• _Items from a data source_:
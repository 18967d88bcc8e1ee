import { addDays, todayIso } from '../../common/gauges/gauge-status';
import { toMm } from '../../common/units/lengths';
import type { Material } from '../../materials/material.entity';
import type { InstrumentSeed } from '../factories/instrument.factory';
import type { MasterSeed } from '../factories/master.factory';

/**
 * Invented masters, dated from today so the demo always shows one in service, one due soon and
 * one overdue. Sizes and uncertainties are demo numbers, not real calibrations.
 */
export function demoMasters(steel: Material, today = todayIso()): MasterSeed[] {
  const day = (n: number) => addDays(today, n);
  return [
    {
      code: 'MG-1.500-A',
      description: '1.5000 in steel master block for RB-40',
      nominalMm: toMm(1.5, 'in'),
      material: steel,
      calibrations: [
        {
          calibratedOn: day(-200),
          dueOn: day(165),
          calibratedSizeMm: 38.10018,
          expandedUncertaintyMm: 0.00007,
          certificateNumber: 'KW-CAL-2026-0412',
        },
        {
          calibratedOn: day(-200),
          dueOn: day(165),
          calibratedSizeMm: 38.10008,
          expandedUncertaintyMm: 0.00007,
          certificateNumber: 'KW-CAL-2026-0412-R1',
          correctionReason: 'Certificate reissued: the calibrated size was mistyped on the first issue.',
        },
      ],
    },
    {
      code: 'MG-1.000-A',
      description: '1.0000 in steel master block for PP-6',
      nominalMm: toMm(1, 'in'),
      material: steel,
      calibrations: [
        {
          calibratedOn: day(-353),
          dueOn: day(12),
          calibratedSizeMm: 25.40006,
          expandedUncertaintyMm: 0.00006,
          certificateNumber: 'KW-CAL-2025-1187',
        },
      ],
    },
    {
      code: 'MG-12-A',
      description: '12 mm steel master block for LR-90',
      nominalMm: 12,
      material: steel,
      calibrations: [
        {
          calibratedOn: day(-370),
          dueOn: day(-5),
          calibratedSizeMm: 12.00004,
          expandedUncertaintyMm: 0.00005,
          certificateNumber: 'KW-CAL-2025-1093',
        },
      ],
    },
  ];
}

export function demoInstruments(today = todayIso()): InstrumentSeed[] {
  return [
    {
      code: 'IND-01',
      kind: 'indicator',
      description: 'Test indicator, 0.0001 in, on the granite stand',
      resolutionMm: toMm(0.0001, 'in'),
      calibrationDueOn: addDays(today, 200),
    },
    {
      code: 'HG-01',
      kind: 'height-gauge',
      description: 'Digital height gauge, 0.001 mm',
      resolutionMm: 0.001,
      calibrationDueOn: addDays(today, 90),
    },
  ];
}
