class _TrainScan:
    """Chunks of the train stream looked up in ``members`` by ``workers`` threads, lengths in order.

    Iterating yields the document lengths of each chunk in stream order; then
    :meth:`first_train` gives, per evaluation n-gram, the first train document that
    holds it (-1: none). At most ``2 * workers`` chunks are in flight.
    """

    def __init__(
        self, chunks: Iterator[np.ndarray], tables: StreamTables, ngram: int, members: NgramSet, workers: int
    ) -> None:
        self.chunks, self.tables, self.ngram, self.members, self.workers = (
            chunks,
            tables,
            ngram,
            members,
            workers,
        )
        self.tables_free: queue.SimpleQueue[np.ndarray] = queue.SimpleQueue()
        self.tables_all = [members.new_marks() for _ in range(workers)]
        for table in self.tables_all:
            self.tables_free.put(table)

    def _one(self, tokens: np.ndarray, base: int) -> np.ndarray:
        table = self.tables_free.get()
        try:
            return scan_chunk(tokens, self.tables, self.ngram, self.members, table, base)
        finally:
            self.tables_free.put(table)

    def __iter__(self) -> Iterator[np.ndarray]:
        if self.workers == 1:
            base = 0
            for tokens in self.chunks:
                lengths = self._one(tokens, base)
                base += lengths.size
                yield lengths
            return
        end = self.tables.end_of_document
        with ThreadPoolExecutor(max_workers=self.workers, thread_name_prefix="ngram-scan") as pool:
            pending: deque[Future[np.ndarray]] = deque()
            base = 0
            for tokens in self.chunks:
                pending.append(pool.submit(self._one, tokens, base))
                base += document_count(tokens, end)
                while len(pending) >= 2 * self.workers:
                    yield pending.popleft().result()
            while pending:
                yield pending.popleft().result()

    def first_train(self) -> np.ndarray:
        return self.members.first_documents(*self.tables_all)


def _runs(values: np.ndarray) -> tuple[np.ndarray, np.ndarray, np.ndarray]:
    """Value, first index and length of each run of equal values (``np.unique`` of a sorted array).

    >>> [part.tolist() for part in _runs(np.array([4, 4, 7, 9, 9, 9]))]
    [[4, 7, 9], [0, 2, 3], [2, 1, 3]]
    """
    if not values.size:
        empty = np.zeros(0, dtype=np.int64)
        return values[:0], empty, empty
    starts = np.flatnonzero(np.concatenate(([True], values[1:] != values[:-1])))
    return values[starts], starts, np.diff(np.append(starts, values.size))


@dataclass(frozen=True, slots=True, kw_only=True)
class _Side:
    """One evaluation source: a split of the output, or the outside items."""

    name: str
    kind: str
    record_ids: list[str]


@dataclass(frozen=True, slots=True, kw_only=True)
class NgramResult:
    """Findings and statistics of the n-gram check."""

    findings: list[Finding]
    statistics: dict[str, Any]


class _Scan:
    """The stream tables and settings shared by every pass of :func:`ngram_overlap`."""

    def __init__(self, tables: StreamTables, ngram: int, pad_id: int, chunk_rows: int) -> None:
        self.tables, self.ngram, self.pad_id, self.chunk_rows = tables, ngram, pad_id, chunk_rows

    def documents(self, shards: Sequence[ShardFile]) -> Iterator[np.ndarray]:
        stream = split_stream(shards, pad_id=self.pad_id, chunk_rows=self.chunk_rows)
        yield from complete_documents(stream, self.tables.end_of_document)

    def chunks(self, shards: Sequence[ShardFile]) -> Iterator[HashedChunk]:
        for tokens in self.documents(shards):
            yield hash_stream_chunk(tokens, self.tables, self.ngram)


def _stream_findings(
    split: str, lengths: np.ndarray, expected: np.ndarray, record_ids: list[str], tail: str
) -> list[Finding]:
    partial_allowed = tail == "drop"
    if lengths.size == expected.size and np.array_equal(lengths, expected):
        return []
    if partial_allowed and 0 < lengths.size <= expected.size:
        head = lengths.size - 1
        if np.array_equal(lengths[:head], expected[:head]) and lengths[head] <= expected[head]:
            return []
    common = min(lengths.size, expected.size)
    differ = np.flatnonzero(lengths[:common] != expected[:common])
    where = int(differ[0]) if differ.size else common
    record = record_ids[where] if where < len(record_ids) else None
    return [
        Finding(
            kind="stream_mismatch",
            severity=DAMAGE,
            message=(
                f"split {split}: the shards hold {lengths.size} documents, the ledger {expected.size}; "
                f"first difference at packed document {where} (ledger record {record})"
            ),
            details={
                "split": split,
                "position": where,
                "record_id": record,
                "expected": int(expected[where]) if where < expected.size else None,
                "found": int(lengths[where]) if where < lengths.size else None,
            },
        )
    ]
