def _text_of(root: Path, source: str, line: int | None) -> str:
    """The record's text read the plain way: BOM by codec, newlines unified, JSON line decoded."""
    data = (root / source).read_bytes()
    if source.endswith(".gz"):
        import gzip

        data = gzip.decompress(data)
    codec = "utf-16" if data[:2] in BOMS["utf-16"] else "utf-8-sig"
    text = data.decode(codec).replace("\r\n", "\n")
    if line is None:
        return text
    record = json.loads(text.split("\n")[line - 1])
    assert isinstance(record["text"], str)
    return str(record["text"])


def _entries(planted: dict[str, Any], kind: str) -> list[dict[str, Any]]:
    return [entry for entry in planted["planted"] if entry["kind"] == kind]


# --------------------------------------------------------------------------- determinism


def test_two_builds_are_byte_identical(built: tuple[Path, dict[str, Any]], tmp_path: Path) -> None:
    first_root, first_document = built
    second_root = tmp_path / "again"
    second_document = generator.build(second_root)
    first, second = _tree(first_root), _tree(second_root)
    assert sorted(first) == sorted(second)
    for key in first:
        assert first[key] == second[key], key
    assert generator.planted_json(first_document) == generator.planted_json(second_document)


def test_build_replaces_an_old_archive_but_not_a_foreign_folder(tmp_path: Path) -> None:
    target = tmp_path / "ferry"
    generator.build(target)
    (target / "notices" / "left-over.md").write_text("from an older run\n", encoding="utf-8")
    generator.build(target)
    assert not (target / "notices" / "left-over.md").exists()
    foreign = tmp_path / "foreign"
    foreign.mkdir()
    (foreign / "thesis.txt").write_text("keep me\n", encoding="utf-8")
    with pytest.raises(SystemExit, match="refusing to delete"):
        generator.build(foreign)
    assert (foreign / "thesis.txt").exists()


def test_committed_planted_file_is_current(built: tuple[Path, dict[str, Any]]) -> None:
    _root, document = built
    assert PLANTED_FILE.read_text(encoding="utf-8") == generator.planted_json(document), (
        "fixtures/ferry_planted.json is stale: run python fixtures/make_ferry_archive.py fixtures/ferry"
    )


# --------------------------------------------------------------------------- the planted record


def test_planted_file_parses_as_documented(planted: dict[str, Any]) -> None:
    assert planted["format"] == generator.PLANTED_FORMAT
    assert planted["similarity"]["shingle_words"] == generator.SHINGLE_WORDS
    sources = {row["source"] for row in planted["files"]}
    assert len(sources) == len(planted["files"])
    records = {row["source"]: row["records"] for row in planted["files"]}
    assert planted["summary"]["records"] == sum(records.values())
    for entry in planted["planted"]:
        assert entry["kind"] in KINDS, entry
        assert entry["source"] in sources, entry
        line = entry["line"]
        assert line is None or 1 <= line <= records[entry["source"]] + 1, entry
        if "status" in entry:
            assert entry["status"] in STATUSES, entry
            assert entry["reason"] in REASONS, entry
        for other in ("copy_of_source", "other_source"):
            if other in entry:
                assert entry[other] in sources, entry


def test_every_named_file_exists(built: tuple[Path, dict[str, Any]], planted: dict[str, Any]) -> None:
    root, _document = built
    named = {row["source"] for row in planted["files"]}
    for entry in planted["planted"]:
        named.update(entry[key] for key in ("source", "copy_of_source", "other_source") if key in entry)
    for source in sorted(named):
        assert os.path.lexists(root / source), source
    assert set(_tree(root)) == {row["source"] for row in planted["files"]}


def test_archive_has_the_promised_variety(planted: dict[str, Any]) -> None:
    summary = planted["summary"]
    assert 400 <= summary["records"] <= 600
    assert {"txt", "md", "jsonl", "csv", "json", "txt.gz"} <= set(summary["by_format"])
    assert summary["by_format"]["json"]["files"] == 1
    assert summary["by_format"]["txt.gz"]["files"] == 1
    languages = set(summary["by_language"])
    assert len(languages) >= 4
    assert {"el", "ru", "ja"} & languages


# --------------------------------------------------------------------------- encodings


def test_cp1252_export_is_not_utf8(built: tuple[Path, dict[str, Any]], planted: dict[str, Any]) -> None:
    root, _document = built
    (entry,) = [e for e in _entries(planted, "encoding") if e["encoding"] == "cp1252"]
    data = (root / entry["source"]).read_bytes()
    with pytest.raises(UnicodeDecodeError):
        data.decode("utf-8", errors="strict")
    text = data.decode("cp1252", errors="strict")
    assert "Zoë" in text and "€" in text
    rows = list(csv.reader(io.StringIO(text, newline="")))
    assert all(len(row) == len(rows[0]) for row in rows)


def test_bom_files_start_with_their_mark(built: tuple[Path, dict[str, Any]], planted: dict[str, Any]) -> None:
    root, _document = built
    seen = set()
    for entry in _entries(planted, "encoding"):
        data = (root / entry["source"]).read_bytes()
        if entry["encoding"] == "utf-8-sig":
            assert data.startswith(b"\xef\xbb\xbf"), entry
            data.decode("utf-8", errors="strict")
        elif entry["encoding"] == "utf-16":
            assert data[:2] in (b"\xff\xfe", b"\xfe\xff"), entry
            assert b"\x00" in data
            assert "Белова" in data.decode("utf-16")
        seen.add(entry["encoding"])
    assert {"utf-8-sig", "utf-16", "cp1252"} <= seen


# --------------------------------------------------------------------------- rejections and empties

• _Instructions to follow_: In the lines above, spot each one that contains the word "nominalMm" and copy it.

• _Answer section_:
      nominalMm: toMm(1.5, 'in'),
      nominalMm: toMm(1, 'in'),
      nominalMm: 12,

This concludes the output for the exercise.